Task: In your answer, transcribe all of the data exactly.

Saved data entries

import { config } from '$lib/server/config';
import { buildM3u8 } from '$lib/server/share/m3u8';
import { requireRight } from '$lib/server/guard';
import { download, readableSheet } from '$lib/server/share/access';
import type { RequestHandler } from './$types';

export const GET = ((event) => {
	const sheet = readableSheet(requireRight(event, 'readEvenings'), event.params.id);
	// RFC 8216 §4: a playlist is served as application/vnd.apple.mpegurl or audio/mpegurl.
	return download(buildM3u8(sheet, config().origin), 'audio/mpegurl', sheet.id, 'm3u8');
}) satisfies RequestHandler;
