"""A small hand-made fleet (invented) for store and import tests."""

from __future__ import annotations

from datetime import date

import pytest

from logbook.imports import import_bytes
from logbook.store import Store

TODAY = date(2026, 12, 1)

MODELS = b"""model,description,displacement,rated_pressure,max_speed,ref_temp,oil_grade,oil_vi,test_speed,case_drain_limit,servo_pressure_limit,neutral_drift_limit
TX-90,test model,90,400,2200,50,46,100,2000,10,18,10
"""
MACHINES = b"""unit,site,description
M-1,North Yard,test loader
M-2,North Yard,test excavator
"""
PUMPS = b"""serial,model,machine,position,fitted_on,machine_hours_at_fit,pump_hours_at_fit
S-100,TX-90,M-1,main,2025-01-10,1000,0
S-200,TX-90,M-2,main,2025-01-10,5000,1200
S-300,TX-90,,,,,
"""
READINGS = b"""serial,date,machine_hours,case_drain,servo_pressure,neutral_drift,oil_temp,test_pressure,test_speed,technician
S-100,2025-02-01,1100,3.1,26,1.0,50,400,2000,Ana
S-100,2025-05-01,1500,3.6,25.5,1.5,55,390,2000,Ana
S-200,2025-03-01,5300,4.0,27,-2.0,48,400,2000,Ben
"""


def load(store: Store, table: str, data: bytes, **kw):
    report = import_bytes(store, table, data, name=f"{table}.csv", today=TODAY, **kw)
    assert report.problems == [], [str(p) for p in report.problems]
    return report


@pytest.fixture
def store(tmp_path):
    s = Store(tmp_path / "t.db", user="tester")
    for table, data in (("models", MODELS), ("machines", MACHINES), ("pumps", PUMPS), ("readings", READINGS)):
        load(s, table, data)
    yield s
    s.close()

Task answer:
import { config } from '$lib/server/config';
import { buildM3u8 } from '$lib/server/share/m3u8';
import { requireRight } from '$lib/server/guard';
import { download, readableSheet } from '$lib/server/share/access';
import type { RequestHandler } from './$types';

export const GET = ((event) => {
	const sheet = readableSheet(requireRight(event, 'readEvenings'), event.params.id);
	// RFC 8216 §4: a playlist is served as application/vnd.apple.mpegurl or audio/mpegurl.
	return download(buildM3u8(sheet, config().origin), 'audio/mpegurl', sheet.id, 'm3u8');
}) satisfies RequestHandler;
"""A small hand-made fleet (invented) for store and import tests."""

from __future__ import annotations

from datetime import date

import pytest

from logbook.imports import import_bytes
from logbook.store import Store

TODAY = date(2026, 12, 1)

MODELS = b"""model,description,displacement,rated_pressure,max_speed,ref_temp,oil_grade,oil_vi,test_speed,case_drain_limit,servo_pressure_limit,neutral_drift_limit
TX-90,test model,90,400,2200,50,46,100,2000,10,18,10
"""
MACHINES = b"""unit,site,description
M-1,North Yard,test loader
M-2,North Yard,test excavator
"""
PUMPS = b"""serial,model,machine,position,fitted_on,machine_hours_at_fit,pump_hours_at_fit
S-100,TX-90,M-1,main,2025-01-10,1000,0
S-200,TX-90,M-2,main,2025-01-10,5000,1200
S-300,TX-90,,,,,
"""
READINGS = b"""serial,date,machine_hours,case_drain,servo_pressure,neutral_drift,oil_temp,test_pressure,test_speed,technician
S-100,2025-02-01,1100,3.1,26,1.0,50,400,2000,Ana
S-100,2025-05-01,1500,3.6,25.5,1.5,55,390,2000,Ana
S-200,2025-03-01,5300,4.0,27,-2.0,48,400,2000,Ben
"""


def load(store: Store, table: str, data: bytes, **kw):
    report = import_bytes(store, table, data, name=f"{table}.csv", today=TODAY, **kw)
    assert report.problems == [], [str(p) for p in report.problems]
    return report


@pytest.fixture
def store(tmp_path):
    s = Store(tmp_path / "t.db", user="tester")
    for table, data in (("models", MODELS), ("machines", MACHINES), ("pumps", PUMPS), ("readings", READINGS)):
        load(s, table, data)
    yield s
    s.close()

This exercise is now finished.